**Task to complete:** Up to and including the line containing "result = solve_grid(case.problem)", set down each line of the entries below exactly, starting from the first, and leave out the rest.

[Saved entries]
------------------------------------------------------------------------

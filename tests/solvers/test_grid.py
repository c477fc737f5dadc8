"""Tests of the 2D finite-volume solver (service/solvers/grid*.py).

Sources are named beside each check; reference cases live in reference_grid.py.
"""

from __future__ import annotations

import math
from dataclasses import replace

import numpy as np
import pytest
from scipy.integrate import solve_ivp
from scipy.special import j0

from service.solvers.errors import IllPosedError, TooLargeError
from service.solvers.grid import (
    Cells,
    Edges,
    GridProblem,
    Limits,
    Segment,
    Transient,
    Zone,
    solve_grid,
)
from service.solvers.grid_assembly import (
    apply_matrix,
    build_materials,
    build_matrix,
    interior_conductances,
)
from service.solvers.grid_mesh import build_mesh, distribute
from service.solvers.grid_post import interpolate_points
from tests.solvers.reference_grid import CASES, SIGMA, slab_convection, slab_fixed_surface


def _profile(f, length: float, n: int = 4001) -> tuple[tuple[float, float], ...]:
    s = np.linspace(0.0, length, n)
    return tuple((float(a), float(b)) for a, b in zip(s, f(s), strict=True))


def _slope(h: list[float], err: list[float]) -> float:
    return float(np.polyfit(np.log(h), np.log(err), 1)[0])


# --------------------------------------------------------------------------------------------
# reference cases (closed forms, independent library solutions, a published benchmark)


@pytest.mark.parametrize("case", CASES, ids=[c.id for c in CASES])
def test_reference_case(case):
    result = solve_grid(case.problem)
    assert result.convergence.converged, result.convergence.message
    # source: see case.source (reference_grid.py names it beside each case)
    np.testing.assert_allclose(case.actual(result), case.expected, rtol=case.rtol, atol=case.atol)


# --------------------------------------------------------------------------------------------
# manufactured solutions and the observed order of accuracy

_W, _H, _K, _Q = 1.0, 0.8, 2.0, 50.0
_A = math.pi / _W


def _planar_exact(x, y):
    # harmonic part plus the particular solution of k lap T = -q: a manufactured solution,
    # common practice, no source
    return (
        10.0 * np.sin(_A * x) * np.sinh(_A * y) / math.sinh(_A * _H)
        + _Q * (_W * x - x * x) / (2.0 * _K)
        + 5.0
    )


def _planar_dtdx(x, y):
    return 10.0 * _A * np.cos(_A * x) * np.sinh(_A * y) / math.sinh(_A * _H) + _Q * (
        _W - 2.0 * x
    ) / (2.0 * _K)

------------------------------------------------------------------------

**Response to this task:**
filename tests/solvers/test_grid.py
repository c477fc737f5dadc8
"""Tests of the 2D finite-volume solver (service/solvers/grid*.py).

Sources are named beside each check; reference cases live in reference_grid.py.
"""

from __future__ import annotations

import math
from dataclasses import replace

import numpy as np
import pytest
from scipy.integrate import solve_ivp
from scipy.special import j0

from service.solvers.errors import IllPosedError, TooLargeError
from service.solvers.grid import (
    Cells,
    Edges,
    GridProblem,
    Limits,
    Segment,
    Transient,
    Zone,
    solve_grid,
)
from service.solvers.grid_assembly import (
    apply_matrix,
    build_materials,
    build_matrix,
    interior_conductances,
)
from service.solvers.grid_mesh import build_mesh, distribute
from service.solvers.grid_post import interpolate_points
from tests.solvers.reference_grid import CASES, SIGMA, slab_convection, slab_fixed_surface


def _profile(f, length: float, n: int = 4001) -> tuple[tuple[float, float], ...]:
    s = np.linspace(0.0, length, n)
    return tuple((float(a), float(b)) for a, b in zip(s, f(s), strict=True))


def _slope(h: list[float], err: list[float]) -> float:
    return float(np.polyfit(np.log(h), np.log(err), 1)[0])


# --------------------------------------------------------------------------------------------
# reference cases (closed forms, independent library solutions, a published benchmark)


@pytest.mark.parametrize("case", CASES, ids=[c.id for c in CASES])
def test_reference_case(case):
    result = solve_grid(case.problem)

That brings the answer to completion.